The following command line creates a Graphviz dot file, converts it into an image file and opens it with the Imagemagic display program:

  spipe -config t/data/string_manipulation.xml -graph > \
    /tmp/p.dot; dot -Tpng /tmp/p.dot | display

CONFIGURATION

The default configuration is written in YAML, a simple and human readable language that can be parsed in many languages cleanly into data structures.

The YAML file contains four top level keys for the hash that the file will be read into: 1) name to give the pipeline a short name, 2) version to indicate the version number, 3) description to give a more verbose explanation what the pipeline does, and 4) steps listing pipeline steps.

  ---
  description: "Example of a pipeline"
  name: String Manipulation
  version: '0.4'
  steps:

Each step needs an id that is unique within the pipeline and a name that identifies an executable somewhere in the system path. Alternatively, you can give the path leading to the executable file with key path. The name will be added to the path, padded with a suitable separator character, if needed.

Arguments to the executable are given individually within arg tags. They are named with the key attribute. A single hyphen is added in front of the arguments when they are executed. If two hyphens are needed, just add one the file.

Arguments can exist without values, or they can be given with attribute value.

  s3:
    name: cat
    args:
      in:
        type: redir
        value: s1.txt
      "n": {}
      out:
        type: redir
        value: s3_mod.txt
    next:
      - s4

There are two special keys in and out that need to have a further type defined. The IO type can get two kind of values:

unnamed

that indicates that the argument is an unnamed argument to the executable.

redir

will be interpreted as UNIX redirection character '&lt' or '&gt' depending on the context.

The values file and dir are not needed by the pipeline but are useful to include to make the pipeline easier to read for humans. The interpretation of these arguments is done by the program executable called by the step.

Finally, the step tag can contain the next key that gives an array of IDs for the next steps in the execution. Typically, these steps depends on the previous step for input.

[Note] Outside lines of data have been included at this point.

package arrest_test

import (
	"encoding/json"
	"fmt"
	"math"
	"os"
	"path/filepath"
	"reflect"
	"slices"
	"strings"
	"testing"

	"github.com/undercool-foundry/undercool/internal/arrest"
	"github.com/undercool-foundry/undercool/internal/curvefile"
)

// The committed simulated curves (testdata/sim, made by the project's cup
// model, not measurements) analysed against the points the model's
// noiseless curve gives (FILE.truth.json), with the tolerances:
// eutectic minimum, maximum and recalescence 0.5 °C, liquidus 1.5 °C, end of
// freezing 4 °C. A primary recalescence the model makes smaller than 0.3 °C
// is below what the detector resolves: liquidus_min may then be null.
func TestSimulatedFiles(t *testing.T) {
	files, _ := filepath.Glob("../../testdata/sim/*.csv")
	if len(files) == 0 {
		t.Skip("no simulated curves in testdata/sim")
	}
	family := map[string]arrest.Family{"grey-iron": arrest.FamilyIron, "ductile-iron": arrest.FamilyIron,
		"white-iron": arrest.FamilyWhite, "al-si7mg": arrest.FamilyAluminum, "pure-al": arrest.FamilyPure}
	for _, path := range files {
		c, err := curvefile.ReadFile(path)
		if err != nil {
			t.Errorf("%v", err)
			continue
		}
		raw, err := os.ReadFile(path + ".truth.json")
		if err != nil {
			t.Errorf("%s: %v", path, err)
			continue
		}
		var tr map[string]*float64
		var all map[string]json.RawMessage
		if err := json.Unmarshal(raw, &all); err != nil {
			t.Fatalf("%s.truth.json: %v", path, err)
		}
		tr = map[string]*float64{}
		for k, v := range all {
			var f *float64
			if json.Unmarshal(v, &f) == nil {
				tr[k] = f
			}
		}
		name := filepath.Base(path)
		fam, ok := family[c.Get("alloy")]
		if !ok {
			t.Errorf("%s: alloy %q has no family here", name, c.Get("alloy"))
			continue
		}
		r := arrest.Analyze(c.Time, c.Temp, arrest.Options{Family: fam})
		liveCheck(t, name, c.Time, c.Temp, fam, r)
		var line strings.Builder
		fmt.Fprintf(&line, "%-40s", name)
		check := func(key string, p arrest.Point, tol float64) {
			want := tr[key+"_c"]
			switch {
			case want == nil && !p.OK:
				fmt.Fprintf(&line, " %s null", key)
			case want == nil || !p.OK:
				if key == "liquidus_min" && want != nil && tr["liquidus_c"] != nil && *tr["liquidus_c"]-*want < 0.3 {
					fmt.Fprintf(&line, " %s null (model %.2f °C recalescence)", key, *tr["liquidus_c"]-*want)
					return
				}
				if r.Invalid() && !p.OK {
					fmt.Fprintf(&line, " %s null (problem)", key)
					return
				}
				t.Errorf("%s: %s found %v, model has it %v", name, key, p.OK, want != nil)
			default:
				e := p.TempC - *want
				fmt.Fprintf(&line, " %s %+.2f", key, e)
				if math.Abs(e) > tol {
					t.Errorf("%s: %s %.2f °C, model %.2f (tolerance %.1f)", name, key, p.TempC, *want, tol)
				}
			}
		}
		check("liquidus_min", r.LiquidusMin, 1.5)
		check("liquidus", r.Liquidus, 1.5)
		check("eutectic_min", r.EutecticMin, 0.5)
		check("eutectic_max", r.EutecticMax, 0.5)
		check("solidus", r.Solidus, 4)
		var codes []string
		for _, p := range r.Problems {
			codes = append(codes, p.Code)
		}
		fmt.Fprintf(&line, " problems %v", codes)
		t.Log(line.String())
		switch {
		case strings.Contains(name, "open-thermocouple"):
			if !slices.Contains(codes, arrest.CodeFault) {
				t.Errorf("%s: no thermocouple fault reported: %v", name, codes)
			}
		case strings.Contains(name, "pulled-early"):
			if !slices.Contains(codes, arrest.CodeEndedEarly) {
				t.Errorf("%s: early end not reported: %v", name, codes)
			}
		case !strings.Contains(name, "bad-") && len(codes) > 0:
			t.Errorf("%s: problems on a good sample: %v", name, codes)
		}
	}
}

// liveCheck feeds the curve to one Analyzer in growing prefixes (every 5th)
// and checks that settled points never change and the final call equals the
// offline result.
func liveCheck(t *testing.T, name string, tt, v []float64, fam arrest.Family, offline arrest.Result) {
	t.Helper()
	var a arrest.Analyzer
	seen := map[string]arrest.Point{}
	for k := 1; k <= len(tt); k += 5 {
		r := a.Analyze(tt[:k], v[:k], arrest.Options{Family: fam, Live: true})
		for key, p := range map[string]arrest.Point{"pour": r.PourPeak, "liqmin": r.LiquidusMin, "liq": r.Liquidus,
			"emin": r.EutecticMin, "emax": r.EutecticMax, "sol": r.Solidus} {
			// a confirmed point never changes; a provisional one may
			if old, ok := seen[key]; ok && old != p {
				t.Fatalf("%s: live %s changed at reading %d: %+v -> %+v", name, key, k, old, p)
			} else if !ok && p.OK && !p.Provisional {
				seen[key] = p
			}
		}
	}
	if final := a.Analyze(tt, v, arrest.Options{Family: fam}); !reflect.DeepEqual(final, offline) {
		t.Fatalf("%s: final live answer differs from offline:\n%+v\n%+v", name, final, offline)
	}
}
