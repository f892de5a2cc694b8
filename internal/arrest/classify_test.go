package arrest

import (
	"fmt"
	"math"
	"testing"
)

// closeLiquidus is a constructed (not measured) hypoeutectic grey iron whose
// liquidus arrest lies about 20 °C above the eutectic, inside the iron
// family's eutectic hint window (EutecticTopC 1170 °C): a short primary
// arrest whose T' stays clearly negative, then the long recalescing
// eutectic. A grey-iron liquidus can sit 10–40 °C above the eutectic
// (practice).
func closeLiquidus() *shape {
	ks := []knot{{0, 0}, {4, -3.2}, {30, -2.6}, {42, -0.4}, {42 + matched(12, 2.2, 0.9), -1.3}, {56, -1.2},
		{68, 0.5}, {79, -0.06}, {139, -0.12}, {147, -3.5}, {147 + matched(8, 3.38, 1.3), -2.2}, {250, -1.6}}
	return &shape{name: "grey iron, liquidus close above the eutectic (constructed)", family: FamilyIron,
		anchorT: 77, anchorC: 1148, pre: 5, knots: ks, topC: 1160}
}

// The liquidus arrest inside the hint window is the liquidus, the later long
// arrest the eutectic: tolerances of the issue (liquidus 1.5 °C, eutectic
// points 0.5 °C, end of freezing 4 °C) against the exact curve, noise-free
// and noisy at 4 to 50 Hz.
func TestLiquidusInsideEutecticWindow(t *testing.T) {
	sh := closeLiquidus()
	tr := sh.truth()
	if top := FamilyHints(FamilyIron).EutecticTopC; !tr.Liquidus.OK || tr.Liquidus.TempC > top || tr.Liquidus.TempC-tr.EutecticMin.TempC > 30 {
		t.Fatalf("construction: liquidus %+v should lie below the hint %g °C, within 30 °C of the eutectic %+v", tr.Liquidus, top, tr.EutecticMin)
	}
	acc := newAccuracy("liquidus", 1.5, "eutectic_min", 0.5, "eutectic_max", 0.5, "recalescence", 0.5, "solidus", 4.0)
	for i, smp := range []sampling{
		{rate: 10},
		{rate: 4, phase: 0.5},
		{rate: 8, noise: 0.17, seed: 216},
		{rate: 25, noise: 0.25, quant: 0.1, spikeP: 1.0 / 500, spikeLo: 10, spikeHi: 40, seed: 3},
		{rate: 50, noise: 0.1, quant: 0.25, seed: 4},
	} {
		smp.tailS = 20
		tt, v := sh.sample(smp)
		r := Analyze(tt, v, Options{Family: FamilyIron})
		label := fmt.Sprintf("sampling %d (%g Hz, noise %g)", i, smp.rate, smp.noise)
		if !r.Complete || r.Invalid() {
			t.Errorf("%s: not complete: %v", label, r.Problems)
		}
		acc.check(t, label, r, tr)
	}
	acc.log(t, sh.name)
}

// cutAt returns the readings of a sample up to time s.
func cutAt(tt, v []float64, s float64) ([]float64, []float64) {
	k := 0
	for k < len(tt) && tt[k] <= s {
		k++
	}
	return tt[:k], v[:k]
}

// A recording that stops (or whose thermocouple fails) three quarters of
// the way from the eutectic maximum to the end of freezing keeps the
// eutectic points it has seen; the end of freezing is null. Constructed
// pure zinc cup (plateau at the ITS-90 freezing point 419.527 °C,
// Preston-Thomas, Metrologia 27 (1990) 3) and recalescing grey iron.
func TestPlateauCutEarly(t *testing.T) {
	zn := pureCup("pure Zn cup cut on its plateau (constructed)", its90ZnC, 1.0, false)
	grey := shapes()[0]
	for _, c := range []struct {
		sh      *shape
		cutS    float64 // where the recording stops, s after the pour peak
		wantMax bool    // the plateau's maximum was seen
		liveMax bool    // ... and settled without knowing that the recording ends
	}{
		{zn, 48 + 75, true, true}, // flat: T' has not fallen, but a pure metal's plateau settles once long (plateauHeld)
		{grey, 94.4 + 0.75*(164.7-94.4), true, true},
		{grey, 86, false, false}, // T' still positive: the maximum is not yet seen
	} {
		tr := c.sh.truth()
		for _, smp := range []sampling{{rate: 10}, {rate: 25, noise: 0.15, quant: 0.1, seed: 9}} {
			tt, v := c.sh.sample(smp)
			tt, v = cutAt(tt, v, c.cutS)
			label := fmt.Sprintf("%s cut at %.0f s, %g Hz noise %g", c.sh.name, c.cutS, smp.rate, smp.noise)
			// the recording ends: offline the plateau is settled
			off := Analyze(tt, v, Options{Family: c.sh.family})
			checkCut(t, label+", ended", off, tr, c.wantMax, CodeEndedEarly)
			live := Analyze(tt, v, Options{Family: c.sh.family, Live: true})
			if live.EutecticMax.OK != c.liveMax || live.Solidus.OK {
				t.Errorf("%s: live (the end of the recording not yet known) eutectic maximum %v, want %v; end of freezing %v", label, live.EutecticMax.OK, c.liveMax, live.Solidus.OK)
			}
			for name, p := range livePoints(&live) {
				p.Provisional = false // live may show a point still provisional that the end settles
				if p.OK && p != livePoints(&off)[name] {
					t.Errorf("%s: %s live %+v, offline %+v", label, name, p, livePoints(&off)[name])
				}
			}
			// the thermocouple fails (pegged high): settled live and offline
			ft, fv := append([]float64(nil), tt...), append([]float64(nil), v...)
			for k := range 30 {
				ft, fv = append(ft, tt[len(tt)-1]+float64(k+1)/smp.rate), append(fv, 1999)
			}
			for _, lv := range []bool{true, false} {
				r := Analyze(ft, fv, Options{Family: c.sh.family, Live: lv})
				checkCut(t, fmt.Sprintf("%s, fault (live %v)", label, lv), r, tr, c.wantMax, CodeFault)
			}
		}
	}
}

func checkCut(t *testing.T, label string, r, tr Result, wantMax bool, code string) {
	t.Helper()
	hasCode := false
	for _, p := range r.Problems {
		hasCode = hasCode || p.Code == code
	}
	switch {
	case !hasCode || !r.Invalid():
		t.Errorf("%s: want fatal problem %q, got %v", label, code, r.Problems)
	case r.Solidus.OK:
		t.Errorf("%s: end of freezing %+v reported although it was never reached", label, r.Solidus)
	case !r.EutecticMin.OK:
		t.Errorf("%s: eutectic minimum not reported", label)
	case r.EutecticMax.OK != wantMax || r.RecalescenceOK != wantMax:
		t.Errorf("%s: eutectic maximum reported %v, want %v", label, r.EutecticMax.OK, wantMax)
	}
	// issue tolerance for the eutectic points: 0.5 °C
	if e := math.Abs(r.EutecticMin.TempC - tr.EutecticMin.TempC); r.EutecticMin.OK && e > 0.5 {
		t.Errorf("%s: eutectic minimum %.3f, truth %.3f", label, r.EutecticMin.TempC, tr.EutecticMin.TempC)
	}
	if e := math.Abs(r.EutecticMax.TempC - tr.EutecticMax.TempC); r.EutecticMax.OK && e > 0.5 {
		t.Errorf("%s: eutectic maximum %.3f, truth %.3f", label, r.EutecticMax.TempC, tr.EutecticMax.TempC)
	}
	if r.EutecticMax.OK {
		t.Logf("%s: eutectic %.3f … %.3f (truth %.3f … %.3f)", label, r.EutecticMin.TempC, r.EutecticMax.TempC, tr.EutecticMin.TempC, tr.EutecticMax.TempC)
	}
}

Practices that are completely bonkers, like spaces in file names, are not supported.

Advanced features

The pipeline does not have to be linear; it can contain branches. For example, the pipeline can have several start points with different kinds of input: file and string.

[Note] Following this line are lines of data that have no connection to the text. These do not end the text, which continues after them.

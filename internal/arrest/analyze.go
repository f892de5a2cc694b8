package arrest

import (
	"fmt"
	"math"
	"slices"
	"sync"

	"github.com/undercool-foundry/undercool/internal/curve"
)

// Options steer the detector. The zero value analyses a finished cast-iron
// curve.
type Options struct {
	Family Family

	// Live says more readings may follow. Problems that only the end of a
	// recording can establish ("ended-early", "no-pour", "too-few") are then
	// left out; everything else, the points included, is identical, with
	// one exception the end alone can establish: a eutectic plateau that the
	// recording's end interrupts is settled only with Live false (see
	// cutPlateau; after a fault it is settled either way). Call with Live
	// false once the sample has ended to get the offline answer.
	Live bool

	// EutecticTopC overrides the family's hint: an arrest above this
	// temperature, °C, is the primary (liquidus) arrest; the first one at or
	// below it is the eutectic. 0 keeps the family default (see Hints).
	EutecticTopC float64

	// Hints replaces the family's hints when it is not the zero value
	// (an alloy entry of a limits file that carries its own detection
	// windows; see limits.Book.Resolve). EutecticTopC above still
	// overrides its EutecticTopC.
	Hints Hints
}

// Range is a temperature window, °C; the zero value is open.
type Range struct {
	LoC, HiC float64
}

// Open reports whether the window sets no bounds.
func (r Range) Open() bool { return r == Range{} }

// Holds reports whether c, °C, lies in the window (always, when it is
// open).
func (r Range) Holds(c float64) bool { return r.Open() || c >= r.LoC && c <= r.HiC }

// Hints are the family's expectations the detector uses. They steer, they
// never make a point: every point still comes from the curve's own T'.
type Hints struct {
	MinPourC     float64 // a pour must reach this reading, °C
	EutecticTopC float64 // arrests above are primary arrests; +Inf: the first arrest is the plateau
	SmoothS      float64 // Savitzky–Golay window for T, s
	SlopeS       float64 // Savitzky–Golay window for T', s
	ConfirmS     float64 // T' must stay above its minimum this long to settle the end of freezing, s

	// Plausible windows of the arrests, °C (zero: open): a point outside
	// its window is not that point.
	Liquidus Range
	Eutectic Range
	// FixedPointC is the freezing point of a pure-metal check cup, °C
	// (0: not a check cup).
	FixedPointC float64
}

// FamilyHints returns the hints for a family (the zero Family is iron).
// Temperature windows (practice, memory): the iron graphite eutectic sits
// near 1130–1160 °C and hypoeutectic liquidus arrests above it; the white
// (cementite) eutectic near 1100–1148 °C; the Al-Si eutectic at 577 °C
// binary (Murray and McAlister, Bull. Alloy Phase Diagrams 5 (1984) 74;
// recalled), 560–577 °C in casting alloys, with α-Al liquidus arrests near
// 600–640 °C; a pure metal freezes on one plateau.
//
// The eutectic windows (Hints.Eutectic) are what no eutectic of the
// family can lie outside: Al-Si at or below the binary eutectic, 577 °C,
// and above 545 °C, below a strongly modified melt's depressed eutectic
// (Sr or Na lower it by up to about 10 K, and the undercooled minimum lies
// a few kelvin lower again; measured modified A356-class cups freeze their
// eutectic near 559–565 °C, docs/analysis.md); iron 1070–1180 °C and white
// iron 1050–1160 °C, around the stable (graphite) and metastable
// (cementite) eutectics of 1 to 3.5 % Si, until limits.Resolution
// WithChemistry narrows them to the sample's own Tst and Tmst
// (internal/metal).
func FamilyHints(f Family) Hints {
	switch f {
	case FamilyWhite:
		return Hints{MinPourC: 1000, EutecticTopC: 1160, SmoothS: 2, SlopeS: 4, ConfirmS: 8, Eutectic: Range{1050, 1160}}
	case FamilyAluminum:
		return Hints{MinPourC: 560, EutecticTopC: 590, SmoothS: 3, SlopeS: 6, ConfirmS: 10, Eutectic: Range{AlSiEutecticLowC, AlSiEutecticC}}
	case FamilyPure:
		return Hints{MinPourC: 150, EutecticTopC: math.Inf(1), SmoothS: 2, SlopeS: 4, ConfirmS: 8}
	case FamilyEutectic:
		// Without the entry's windows (Resolve sets them) the first arrest
		// is taken for the eutectic, as for a pure metal.
		return Hints{MinPourC: 150, EutecticTopC: math.Inf(1), SmoothS: 2, SlopeS: 4, ConfirmS: 8}
	default:
		return Hints{MinPourC: 1000, EutecticTopC: 1170, SmoothS: 2, SlopeS: 4, ConfirmS: 8, Eutectic: Range{1070, 1180}}
	}
}

// The Al-Si eutectic window: the binary eutectic (Murray and McAlister
// 1984, recalled) and the lowest eutectic minimum of a strongly modified
// casting alloy (see FamilyHints), °C.
const (
	AlSiEutecticC    = 577
	AlSiEutecticLowC = 545
)

// hints are the options' own hints, or the family's.
func (o Options) hints() Hints {
	if o.Hints != (Hints{}) {
		return o.Hints
	}
	return FamilyHints(o.Family)
}

// Limits of the raw reading and the detector's fixed thresholds.
const (
	MaxValidC      = 1800 // above: thermocouple fault (open circuit pegs high, no cup gets this hot)
	MinValidC      = -50  // below: thermocouple fault (reversed or open)
	SpikeMinC      = 3    // smallest spike removed, °C
	MinRateHz      = 0.5  // slower logging is taken for a wrong time column
	MaxRateHz      = 2000 // so is faster
	StepFaultC     = 30   // a sustained jump of more than this between readings after the pour is a fault, °C
	NoisyC         = 1.0  // noise above this, °C (robust σ), makes the curve untrustworthy
	pourDropC      = 3    // the pour peak is settled once the reading is this far below it, °C
	rateReadings   = 21   // readings whose median interval fixes the sample rate
	slopeFloor     = 0.02 // smallest hysteresis on T', °C/s
	promFloor      = 0.05 // smallest prominence of an arrest in T', °C/s
	dropFloor      = 0.3  // smallest temperature drop that settles a recalescence maximum, °C
	promShare      = 0.15 // an arrest's prominence is at least this share of the preceding minimum of |T'|
	longFactor     = 2    // refinement window of a flat eutectic arrest, in SlopeS
	shortShare     = 0.03 // see solidusPoint
	negShare       = 0.05 // see longArrest
	holdShare      = 0.2  // see settle
	flatShare      = 0.2  // see solidusPoint
	belowWindowC   = 10   // see noDistinctEnd, °C
	sharpGain      = 1.1  // see steepestStep
	dipSigmas      = 3    // see solidusWindow
	stepShare      = 0.1  // see steepestStep
	sharpStepShare = 0.2  // see steepestStep
	sharpShare     = 0.65 // see sharpFall
	locShare       = 0.15 // see solidusPoint
	fallShare      = 0.04 // an arrest's fall is at least this share of |T'|min before it
	blockRangeC    = 60   // a 2 s noise block spanning more than this is the pour, not noise, °C
)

Sometimes it is useful to be run the same pipeline with different parameter. The starting point of execution can take a value from the command line. Leave the value for the given argument blank in the configuration file and give it from the command line. Matching of values is done by matching the type string.

  spipe -conf input_demo.yml --input=ABC --itype=str

  ---
  description: "Demonstrate input from command line"
  name: input.yml
  version: '0.1'
  steps:
    s1:
      name: echo
      args:
        in:
          type: unnamed
          value:
        out:
          type: redir
          value: s1_string.txt

The empty value will be filled in from the command line into the config.yml stored in the project directory. Also, the config file looks slightly different since the steps are written out as App::Pipeline::Simple objects. Functionally there is no difference.

AUTHOR

Heikki Lehvaslaiho, KAUST (King Abdullah University of Science and Technology).

COPYRIGHT AND LICENSE

This software is copyright (c) 2012 by Heikki Lehvaslaiho.

This is free software; you can redistribute it and/or modify it under the same terms as the Perl 5 programming language system itself.